Should we split batch_size according to ngpu_per_node when DistributedDataparallel

hhxx · March 11, 2020, 5:45pm

According to the discuss in Is average the correct way for the gradient in DistributedDataParallel, I think we should set 8×lr. I will state my reason under 1 node, 8gpus, local-batch=64(images processed by one gpu each iteration) scenario:
(1) Let us consider a batch images (batch-size=512), in DataParallel scenario, a complete forward-backforwad pipeline is:

the input data are split to 8 slices (each contains 64 images), each slice is feed to net to compute output
outputs are concated in master gpu (usually gpu 0) to form a [512, C] outputs
compute the loss with groundtruth(same dimension: [512, C]) : loss = \frac{1}{512} \sum_{i=1}^512 mse(output[i], groundtruth[i])( use mse loss as illustration)
use loss.backward to compute gradients.

So the finally [512, C] outputs are the same as computed on one gpu. So the learning rate here shall be set as 8×lr to keep same as 512 batchsize in one-gpu-one-node scenarior.

(2) Secondly, when DistributedDataparallel is used, the pipeline is

the input data are also split to 8 slices
outputs are computed in each gpu to form a [64, C] outputs
In each gpu, compute the loss loss = \frac{1}{64} \sum_{i=1}^64 mse(output[i], groundtruth[i]) and compute gradients grad_k (k is the gpu number, k=0,1,...,7): (this is different with Dataparallel, which need collect all outputs in master gpu)
Average the gradients between all gpus: avg_grad =\frac{1}{8} \sum_{k=1}^8 grad_k

By this way, the averaged gradients are also same as the gradients computed on one-gpu-one-node scenario. So I think learning rate here need to be set as 8×lr to keep same as 512 batchsize on one-gpu-one-node scenario.

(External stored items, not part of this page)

/// [`solve_point_state`] in the buffers `scratch`.
fn solve_in(
    design: &Design,
    mode: usize,
    at: PackState,
    (v_cap, rails): (Option<f64>, &[(usize, f64)]),
    scratch: &mut Scratch,
) -> Solution {
    let pack = &design.pack;
    let (ocv, v_open, r) = pack_source(design, at);
    let leak = pack.buffer.map_or(0.0, |b| b.leakage);
    let split = pack.buffer.zip(v_cap).map(|(b, x)| Split {
        e: v_open,
        r,
        x,
        rc: b.esr,
        leak,
        limit: b.current_limit,
    });
    // Empty until a stage is locked out (most points have none): `Walker::is_locked`.
    let mut locked: Vec<bool> = Vec::new();
    loop {
        scratch.forget(design.tree.rails());
        let walker = Walker {
            d: design,
            mode: &design.modes[mode],
            locked: &locked,
            memo: &scratch.memo,
            losses: &scratch.losses,
            rails,
        };
        let mut demand = |v: f64| walker.current(0, v) + leak;
        let (s, regime, source) = settle_node(split.as_ref(), v_open, r, &mut demand);
        let Settle::Point {
            v_a, v_b, alpha, ..
        } = s
        else {
            return Solution::Collapse {
                ocv,
                resistance: source.1,
            };
        };
        let records = (&mut scratch.rec_a, &mut scratch.rec_b);
        let mut point = point_between(&walker, mode, ocv, (v_a, v_b, alpha), leak, records);
        if let Some(sp) = &split {
            buffered(&mut point, sp, regime);
        }
        let newly = lockouts(design, &walker, &point);
        if newly.is_empty() {
            return Solution::Point(point);
        }
        locked.resize(design.stages.len(), false);
        for k in newly {
            locked[k] = true;
        }
    }
}

/// The pack of `design` as a source at state `at`: its open-circuit voltage, and the
/// open-circuit voltage and resistance seen at its terminals (behind the polarization where
/// its voltage is given, with the polarization's resistance where it is not).
fn pack_source(design: &Design, at: PackState) -> (f64, f64, f64) {
    let pack = &design.pack;
    let ocv = pack.ocv(at.soc);
    let r0 = pack.r0(at.soc, at.ambient_c);
    let pol = pack.polarization(at.ambient_c);
    let (v_open, r) = match (at.v_pol, pol) {
        (Some(vp), _) => (ocv - vp, r0),
        (None, Some((r1, _))) => (ocv, r0 + r1),
        (None, None) => (ocv, r0),
    };
    (ocv, v_open, r)
}

/// `demand` settled on the pack (`v_open` behind `r`), or, with a buffer capacitor (`split`),
/// on its node: first with the capacitor sharing the current, then again in the regime the
/// cells' current calls for. Returns the settled point, the regime and the source (open
/// voltage, resistance) it was settled on.
fn settle_node(
    split: Option<&Split>,
    v_open: f64,
    r: f64,
    demand: &mut dyn FnMut(f64) -> f64,
) -> (Settle, BufferRegime, (f64, f64)) {
    let (mut regime, mut source) = (BufferRegime::Shared, (v_open, r));
    let mut s = match split {
        Some(sp) => {
            source = sp.source(regime);
            settle(source.0, source.1, demand)
        }
        None => settle(v_open, r, demand),
    };
    if let (Some(sp), Settle::Point { current, .. }) = (split, s) {
        // The cells' current beyond the limiter's range: settled again in the regime it
        // calls for (the node's voltage falls with its current in every regime, so one
        // change is enough).
        let wanted = sp.regime(current).0;
        if wanted != regime {
            regime = wanted;
            source = sp.source(regime);
            s = settle(source.0, source.1, demand);
        }
    }
    (s, regime, source)
}

/// The operating point of `mode` where the pack settled between `v_a` and `v_b`, blended by
/// `alpha` (a converter switching at a state boundary, time-averaged): the tree walked at
/// both voltages, with the buffer's leakage `leak` added to the pack's current.
fn point_between(
    walker: &Walker,
    mode: usize,
    ocv: f64,
    (v_a, v_b, alpha): (f64, f64, f64),
    leak: f64,
    (rec_a, rec_b): (&mut Vec<Rec>, &mut Vec<Rec>),
) -> OperatingPoint {
    let design = walker.d;
    let size = design.stages.len() + design.loads.len();
    rec_a.clear();
    rec_b.clear();
    rec_a.reserve(size);
    rec_b.reserve(size);
    if v_a.to_bits() == v_b.to_bits() {
        // One point: one walk.
        let current = walker.rail_current(0, v_a, Some(rec_a)) + leak;
        return assemble(design, mode, ocv, v_a, current, rec_a);
    }
    let ia = walker.rail_current(0, v_a, Some(rec_a));
    let ib = walker.rail_current(0, v_b, Some(rec_b));
    blend(rec_a, rec_b, alpha);
    let current = alpha * ia + (1.0 - alpha) * ib + leak;
    let voltage = alpha * v_a + (1.0 - alpha) * v_b;
    assemble(design, mode, ocv, voltage, current, rec_a)
}

/// Split the node's current of `p` between the cells and the capacitor in `regime`: the pack
/// becomes the cells' side, and the buffer point the node's.
fn buffered(p: &mut OperatingPoint, sp: &Split, regime: BufferRegime) {
    let (v, i) = (p.pack.voltage, p.pack.current);
    let ib = match regime {
        BufferRegime::Shared => sp.shared(i),
        BufferRegime::Limited => sp.limit.unwrap_or(0.0),
        BufferRegime::Blocked => 0.0,
    };
    let ic = i - ib;
    // The cells' terminals: at the node while shared, behind the limiter otherwise.
    let vb = if regime == BufferRegime::Shared {
        v
    } else {
        sp.e - sp.r * ib
    };
    p.pack.voltage = vb;
    p.pack.current = ib;
    p.pack.loss = ib * (p.pack.ocv - vb);
    p.buffer = Some(BufferPoint {
        v_cap: sp.x,
        node_voltage: v,
        node_current: i,
        current: ic,
        loss: sp.rc * ic * ic + v * sp.leak + (vb - v) * ib,
        stored_power: sp.x * ic,
        regime,
    });
}

/// Running stages whose input is below their minimum, and no stage above them is too.
fn lockouts(design: &Design, walker: &Walker, p: &OperatingPoint) -> Vec<usize> {
    let low = |k: usize| {
        let s = &p.stages[k];
        !walker.is_locked(k)
            && s.state.is_running()
            && design.stages[k].input_min.is_some_and(|m| s.vin < m)
    };
    let mut out = Vec::new();
    for k in 0..design.stages.len() {
        if !low(k) {
            continue;
        }
        let mut rail = design.stages[k].input;
        let mut ancestor_low = false;
        while rail > 0 {
            if low(rail - 1) {
                ancestor_low = true;
                break;
            }
            rail = design.stages[rail - 1].input;
        }
        if !ancestor_low {
            out.push(k);
        }
    }
    out
}

thread_local! {
    /// Scratch buffers for [`solve_point`], reused from point to point on a thread (borrowed
    /// while in use, so a nested solve would only allocate afresh).
    static SCRATCH: RefCell<Scratch> = const {
        RefCell::new(Scratch {
            rec_a: Vec::new(),
            rec_b: Vec::new(),
            memo: Vec::new(),
            losses: Vec::new(),
        })
    };
}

The main difference between you and me is that when local batch is set as 64, I think local gradients will be averaged over local samples, resulting in torch.ones_like(param)*64/64, but you think the local gradients will be summed over local samples, resulting in torch.ones_like(param) * 64. I think local gradients will be averaged mainly because the loss function in pytroch, like mse(), will compute the average loss over all input samples, so the gradients computed from such loss also should be averaged over all input samples.

I do not know if I understand DistributedDataparallel in a right way. Please let me know if there has any wrong.